County of Marin Health and Human Services

Flood Safety

Visit the Public Emergency Portal of Marin County to stay up-to-date during flooding events.

Stay connected. Stay informed by signing up for emergency alerts including warnings and evacuation notices. Check in with loved ones and neighbors.

Travel safely. Avoid non-essential travel.  Turn Around Don't Drown®.  The Centers for Disease Control and Prevention report that over half of all flood-related drownings occur when a vehicle is driven into hazardous flood water. The next highest percentage of flood-related deaths is due to walking into or near flood waters.

Be ready for power outages. Take inventory of the items you need that rely on electricity. Keep your devices charged. Plan for batteries and other alternative power sources. Have flashlights for every household member. Prepare for water outages

Resources for Health Care Providers

CDPH. HEALTH & SAFETY CONCERNS AFTER A FLOOD: Information for Medical Providers

CDPH. HEALTH CONCERNS AFTER A FLOOD: Checklist for Patients, Caregivers and Providers

CDPH. HEALTH CONCERNS AFTER A FLOOD: Mental Health Information for Patients, Caregivers and Provide

During a Flood Watch or Warning

  • Plan & Prepare. Gather emergency supplies, including non-perishable food and water. Store at least 1 gallon of water per day for each person and each pet. Store at least a 3-day supply.
  • Listen to your local radio or television station for updates.
  • Have vaccination records handy (or know the year of your last tetanus shot).
  • Bring in outdoor items (lawn furniture, grills, trash cans) or tie them down securely.
  • If it looks like you will need to evacuate, turn off all utilities at the main power switch and close the main gas valve.
  • Leave areas subject to flooding such as low spots, canyons, washes, etc.

Protect yourself and your loved ones from the risks brought by floodwater 

  • Don’t drive in or through flooded areas or standing water. Cars or other vehicles won’t protect you from floodwaters. 
  • Stay out of floodwaters.
  • If you come in contact with floodwater:
    • Prevent infection of open wounds and rashes. Wash the area with soap and clean water as soon as possible.
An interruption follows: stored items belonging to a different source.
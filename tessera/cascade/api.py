"""The cascade as the rest of tessera uses it: specify (and convert settings to and from a
spec), train a node, save and load models, the
receptive radius (halo), and predict a window, a section or a frame.

Stages and workflow jobs import from here, not from the cascade's inner modules, so the inside
can be rearranged without touching them.
"""

from tessera.cascade.across_sections import mix_sections, section_sigma, sections_reach
from tessera.cascade.fit import fit_cascade, lazy_tile, out_of_fold_maps, prepare_tile, train_node
from tessera.cascade.frame import node_feature_names
from tessera.cascade.geometry import receptive_radius, volume_room, z_halo
from tessera.cascade.mirror import mirrored_block, mirrored_stack, mirrored_window
from tessera.cascade.predict import (
    cascade_spec,
    frame_memory_bytes,
    predict_frame,
    predict_frames,
    predict_section,
)
from tessera.cascade.spec import (
    CascadeSpec,
    ancestors,
    automatic_dims,
    automatic_neighbours,
    node_inputs,
    node_settings,
    nodes,
    spec_from_settings,
)
from tessera.cascade.store import load_node, save_node

__all__ = [
    "CascadeSpec",
    "ancestors",
    "automatic_dims",
    "automatic_neighbours",
    "cascade_spec",
    "fit_cascade",
    "frame_memory_bytes",
    "lazy_tile",
    "load_node",
    "mirrored_block",
    "mirrored_stack",
    "mirrored_window",
    "mix_sections",
    "node_feature_names",
    "node_inputs",
    "node_settings",
    "nodes",
    "out_of_fold_maps",
    "predict_frame",
    "predict_frames",
    "predict_section",
    "prepare_tile",
    "receptive_radius",
    "save_node",
    "section_sigma",
    "sections_reach",
    "spec_from_settings",
    "train_node",
    "volume_room",
    "z_halo",
]
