def automatic_dims(aspects, *, neighbours=0):
    """The ``dims`` that ``auto`` stands for, from the voxel aspects of the data as acquired.

    3 when every aspect counts as near-isotropic (:func:`tessera.spacing.near_isotropic`) and
    ``neighbours`` is 0 (a 2D setting that asks for the sections around as extra channels); 2
    otherwise. The aspects are those of the full-resolution data, not of the working level, so
    every downsampling factor of a target gets the same mode (a downsampling study then varies
    the factor alone).

    Parameters
    ----------
    aspects : iterable of float
        z spacing over in-plane spacing of each dataset the model is trained on.
    neighbours : int

    Examples
    --------
    >>> automatic_dims([1.0, 1.02]), automatic_dims([2.5]), automatic_dims([0.6], neighbours=1)
    (3, 2, 2)
    """
    aspects = [float(a) for a in aspects]
    if not aspects:
        raise TesseraInputError("dims auto needs the voxel aspect of at least one dataset")
    near = all(near_isotropic((a, 1.0, 1.0)) for a in aspects)
    return 3 if near and neighbours == 0 else 2


#: Sections on each side whose intensity a 2D cascade reads when ``neighbours`` is ``auto``.
#: Measured for mitochondria (2 x 2): open VNC ssTEM stack, test pixel F1 0.796 against 0.751
#: with 0 (seed 0); the demo's SBEM-like mitochondria, test tiles 0.975-0.984 against 0.959: a
#: section grazing a mitochondrion shows only its dark rim, which the sections around tell from
#: a membrane. Not the default: nuclei, many sections thick, lost 0.01 on the demo and 0.056 on
#: the test suite's tiny study.
AUTOMATIC_NEIGHBOURS_2D = 1


def automatic_neighbours(dims):
    """The ``neighbours`` that ``auto`` stands for: :data:`AUTOMATIC_NEIGHBOURS_2D` in 2D, 0 in
    3D (where the 3D filter bank reads the sections around).

    Examples
    --------
    >>> automatic_neighbours(2), automatic_neighbours(3)
    (1, 0)
    """
    return AUTOMATIC_NEIGHBOURS_2D if dims == 2 else 0


def context_offsets(spec, stage):
    """Section offsets (other than 0) at which nodes of `stage` read the previous stage's map.

    Examples
    --------
    >>> spec = CascadeSpec(stages=2, levels=0, context_sections=1)
    >>> context_offsets(spec, 1), context_offsets(spec, 2)
    ([], [-1, 1])
    """
    if stage < 2:
        return []
    k = spec.context_sections
    return [d for d in range(-k, k + 1) if d]


def spec_from_settings(settings, *, stages):
    """The :class:`CascadeSpec` of a cascade of `stages` stages with these settings.

    `settings` is a mapping such as a configuration's ``cascade`` section or the output of
    :func:`node_settings` (a model's ``meta["spec"]``); its own ``stages``, if any, is replaced
    by `stages`: a spec made to train or read node (s, l) ends at stage s.

    Raises
    ------
    TesseraInputError
        Unknown or invalid settings.

    Examples
    --------
    >>> spec = spec_from_settings({"stages": 3, "levels": 1}, stages=2)
    >>> spec.stages, spec.levels
    (2, 1)
    >>> spec_from_settings(node_settings(spec), stages=2) == spec
    True
    """
    return CascadeSpec.from_dict({**settings, "stages": stages})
If you don’t have soap or water, use alcohol-based wipes or sanitizer. Take care of wounds and seek medical attention if necessary. Wash clothes contaminated with flood or sewage water in hot water and detergent before reusing them.
  • If you must enter floodwater, wear rubber boots, rubber gloves, and goggles.
  • Protect yourself and your loved ones from diarrheal diseases.
    • Do not drink flood water, or use it to wash dishes, brush teeth, or wash or prepare food. Drink clean, safe water.
    • Wash your hands after contact with floodwater. Also be sure to wash children’s hands with soap and water often and always before meals.
    • Do not allow children to play in floodwater areas. Do not allow children to play with toys that have been contaminated by floodwater and have not been disinfected.
    • Do not bathe in water that may be contaminated with sewage or toxic chemicals. This includes rivers, streams, or lakes that are contaminated by floodwater.
  • Listen for boil water advisories. During a water advisory, use only bottled, boiled, or treated water for drinking, cooking, etc.
  • Prevent carbon monoxide (CO) poisoning. Use generators at least 20 feet from any doors, windows, or vents. 

Reentering Your Flooded Home

  • If you have standing water in your home and can turn off the main power from a dry location, then go ahead and turn off the power, even if it delays cleaning. If you must enter standing water to access the main power switch, then call an electrician to turn it off. Never turn power on or off yourself or use an electric tool or appliance while standing in water.
  • If your home was flooded, practice safe cleaning. Remove and throw out drywall and insulation that was contaminated with floodwater or sewage. Throw out items that cannot be washed and cleaned with a bleach solution, such as mattresses, pillows, carpeting, carpet padding, and stuffed toys. You may want to temporarily store items outside of the home until insurance claims can be filed. See recommendations by the Federal Emergency Management Agency (FEMA).
  • Clean walls, hard-surfaced floors, and other household surfaces with soap and water and disinfect with a solution of one cup of bleach to five gallons of water.
  • Throw away unsafe food.
  • Use safe water.
  • Use generators and other electrical equipment safely.
  • Dry out your home to prevent mold.